“And these enemies of mine who were unwilling for me to rule over them, bring them here and slay them in front of me.’”
Pacifist? Pull the other one!
It’s called righteousness. Judging people is totally fine…if you’re applying the Word and follow it yourself. That isn’t hypocritical at all. Enforcing The Law doesn’t make you bad.. it’s still the criminal.
Do the crime, do the time. Sleep with someone’s wife, blaspheme etc… death.
This puts the previous line into a logical place. Materialists are shallow and misinterpret, it’s an old style of writing.
“I tell you that everyone who has will be given more; but the one who does not have, even what he has will be taken away from him”
The guy with the most Ikea furniture doesn’t win.
What you think you have is a loan by Grace and if you continue to err, it will be taken away. Faith is the one thing you have – or don’t. You will be rewarded or punished based on what you do now.
The epitome of just.
They didn’t believe Jesus would save them from a bad death so he’s giving them what they wanted. It’s an old sense of humour. “Well, if you insist…” would be the closest idea we have today. They wanted to be with their false God and didn’t believe in Him, so Jesus is advocating we reunite them sooner than planned. Because as we know, the only false God is Satan. They want Hell, give them what they desire.
We don’t take that devil-may-care attitude to the stupid now, and it’s a shame.
Instead we let them corrupt and ruin others while selling recordings of them falling down for Ow! My Balls! Jesus didn’t seem to advocate letting any Fifth Column bullshit go on behind his back.
Unless you’re going to claim he told stories for no reason.
Compare with a re-reading of Rev. I was told about this and it’s there.
Usury is the invisible theft, the most evil act. It even enslaves Kings. Men die for debt, kill for it, and every other sin is enabled in its vice as we have ample evidence now. The famine of the world is caused by usury.
Proof or it didn’t happen, right?
“Then I heard what sounded like a voice among the four living creatures, saying, “Two pounds of wheat for a day’s wages, and six pounds of barley for a day’s wages, and do not damage the oil and the wine!”
Inflation, my old friend… barely anything to live on.

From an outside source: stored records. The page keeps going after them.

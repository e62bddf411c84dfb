// Writes two contents in turn to one place until it is killed: `node kill-writer.cjs whole|naive PLACE A B`.
// `naive` writes straight into the place; it is there to prove that the test would see a half-written file.
const { readFileSync, writeFileSync } = require("node:fs");
const { writeWhole } = require("../../dist/tables/whole-file.js");

const [how, place, ...files] = process.argv.slice(2);
const contents = files.map((file) => readFileSync(file));
const write = how === "naive" ? writeFileSync : writeWhole;

process.stdout.write("ready\n");
for (let turn = 0; ; turn++) write(place, contents[turn % 2]);
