import { mkdtempSync, readFileSync, renameSync, rmSync, writeFileSync } from "node:fs";
import { tmpdir } from "node:os";
import { join } from "node:path";
import { afterAll, describe, expect, test } from "vitest";
import { InputError, TableError } from "../../src/errors.js";
import { couplet } from "../../src/gen/couplet.js";
import { parseIrrep } from "../../src/su3/irrep.js";
import { isoscalarTable } from "../../src/su3/isoscalar-factors.js";
import { decodeDecays } from "../../src/tables/decode-decays.js";
import { decayPieces, decaysMessage, encodeDecays } from "../../src/tables/encode-decays.js";
import { encodeFactors } from "../../src/tables/encode-factors.js";
import { sealBytes, sealedPieces } from "../../src/tables/sealed-bytes.js";
import { openDecays } from "../../src/tables/stream-decays.js";
import { writeWholePieces } from "../../src/tables/whole-file.js";
import { octetStudy, tablesOf } from "../completion/whole-study.js";

const folder = mkdtempSync(join(tmpdir(), "couplet-stream-"));
afterAll(() => rmSync(folder, { recursive: true }));

const tables = tablesOf(octetStudy(""));
const bytes = encodeDecays(tables);

function fileOf(content: Uint8Array, name = "t.decays.pb"): string {
  const path = join(folder, name);
  writeFileSync(path, content);
  return path;
}

describe("decay tables piece by piece", () => {
  test("are the bytes of one message", () => {
    expect(Buffer.from(bytes)).toEqual(
      Buffer.from(sealBytes(couplet.v1.DecayTables.encode(decaysMessage(tables)).finish())),
    );
  });

  test("are written from parents that come one by one, and read back one by one", () => {
    const path = join(folder, "streamed.decays.pb");
    let made = 0;
    function* oneByOne() {
      for (const parent of tables.parents) {
        made++;
        yield parent;
      }
    }
    writeWholePieces(path, sealedPieces(decayPieces({ ...tables, parents: oneByOne() })));
    expect(made).toBe(tables.parents.length);
    expect(readFileSync(path)).toEqual(Buffer.from(bytes));
    const whole = decodeDecays(bytes, path);
    const streamed = openDecays(path);
    expect([...streamed.parents()]).toEqual([...whole.parents]);
    whole.parents = [];
    expect(streamed.head).toEqual(whole);
    streamed.close();
  });

  test("stay the same when another file takes the place of theirs", () => {
    const path = fileOf(bytes);
    const streamed = openDecays(path);
    writeFileSync(`${path}.new`, "something else");
    renameSync(`${path}.new`, path);
    expect([...streamed.parents()]).toHaveLength(tables.parents.length);
    streamed.close();
  });
});

describe("opening a file refuses", () => {
  test("a change of one bit in any of 300 bytes, and 100 truncations, as the reader of whole files does", () => {
    const wholeMessage = (content: Uint8Array) => {
      try {
        decodeDecays(content, join(folder, "bad.pb"));
        return "accepted";
      } catch (error) {
        return `${(error as Error).name}: ${(error as Error).message}`;
      }
    };
    const streamMessage = (content: Uint8Array) => {
      const path = fileOf(content, "bad.pb");
      try {
        openDecays(path).close();
        return "accepted";
      } catch (error) {
        return `${(error as Error).name}: ${(error as Error).message}`;
      }
    };
    const step = Math.floor(bytes.length / 300);
    for (let at = 0; at < bytes.length; at += step) {
      const changed = Uint8Array.from(bytes);
      changed[at]! ^= 1 << (at % 8);
      expect(streamMessage(changed)).toBe(wholeMessage(changed));
      if (at % 3 === 0)
        expect(streamMessage(bytes.subarray(0, at))).toBe(wholeMessage(bytes.subarray(0, at)));
    }
    expect(wholeMessage(bytes)).toBe("accepted");
  });

  test("a table of another kind, a sealed message that is none, a folder and a missing file", () => {
    const eight = parseIrrep("8");
    const factors = fileOf(encodeFactors(isoscalarTable(eight, eight), { states: false }), "f.pb");
    expect(() => openDecays(factors)).toThrow(
      new InputError(
        `${factors}: expected couplet.v1.DecayTables, got couplet.v1.FactorTable. Give a file of the kind expected.`,
      ),
    );
    const head = couplet.v1.DecayTables.encode({ kind: "couplet.v1.DecayTables" }).finish();
    const endless = fileOf(sealBytes(Buffer.concat([head, Buffer.from([0x22, 0x7f, 0x00])])), "e.pb");
    expect(() => openDecays(endless)).toThrow(
      new TableError(
        `${endless}: expected a message couplet.v1.DecayTables, got bytes that are none (field 4 ends behind the file). The file was written by something else; write it again.`,
      ),
    );
    expect(() => openDecays(folder)).toThrow(
      new InputError(`${folder}: expected a file, got a folder or a device. Check the path.`),
    );
    expect(() => openDecays(join(folder, "none.pb"))).toThrow(/could not be read: ENOENT/);
  });

  test("a newer schema at once, and rows that do not add up when their parent is asked for", () => {
    const message = decodeDecays(bytes, "t");
    message.sha256 = null as never;
    message.header!.schemaMinor = 99;
    const newer = fileOf(sealBytes(couplet.v1.DecayTables.encode(message).finish()), "n.pb");
    expect(() => openDecays(newer)).toThrow(/expected schema version 1\.\d+ or older, got 1\.99/);
    message.header!.schemaMinor = 0;
    message.parents[1]!.rows[0]!.partsPerBillion! += 1;
    const wrong = openDecays(fileOf(sealBytes(couplet.v1.DecayTables.encode(message).finish()), "w.pb"));
    const parents = wrong.parents();
    expect(parents.next().done).toBe(false);
    expect(() => parents.next()).toThrow(/expected rows that add up to 1000000000 parts, got 1000000001/);
    wrong.close();
  });
});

Why mention it there, in the context of global famine and death? Hyperinflation post usury. Compared to a century ago, our currencies are hyperinflated. Compared to two, we’re living on the breadline if compared to where we hypothetically should be since then, living like Kings.
The famine of Revelations was caused by usurious practices in the economy!
Otherwise, how else or who else is doing the stealing, via the value of money?
Lighthearted fun of a post. Roosh is trying to reinvent himself like Madonna, so let’s give him the benefit of the doubt. It’s not as if there’s anything embarrassing back there, in the annals of his personal history.
Let’s see, does he respect other religions? #tbt Ten years ago...
Wow. Just wow. It’s amazing the things people will send to you in secret. Well that guy he’s dressed up as could be anyone, right? It could be a regular toga party for all we know, let’s not jump to conclusions.
Yes, he respects Christianity so much, he posed with his favourite book.
I thought they were kidding.
I don’t think I can come up with a caption to fit how wrong this is. This is delicious.
He is the joke. Jesus Christ….
I was tempted to post some Biblical verses but if you read here you probably know them already.
“Do homage to the Son, that He not become angry, and you perish in the way, For His wrath may soon be kindled How blessed are all who take refuge in Him!”
Not a stylish sandal-wearing baby-faced hippy pacifist.
JESUS IS BACK AND HE’S NOT CRUCIFUCKIN AROUND
It’s a wonder there isn’t a video game along these lines with all the adult stuff only and making all the rest heavily sarcastic, with a hidden level like you have to secretly stop them making Christians into candles and sneak in Assassin’s Creed style by headbutting a Centurion and bitchslapping a lion. Someone call Mel Gibson!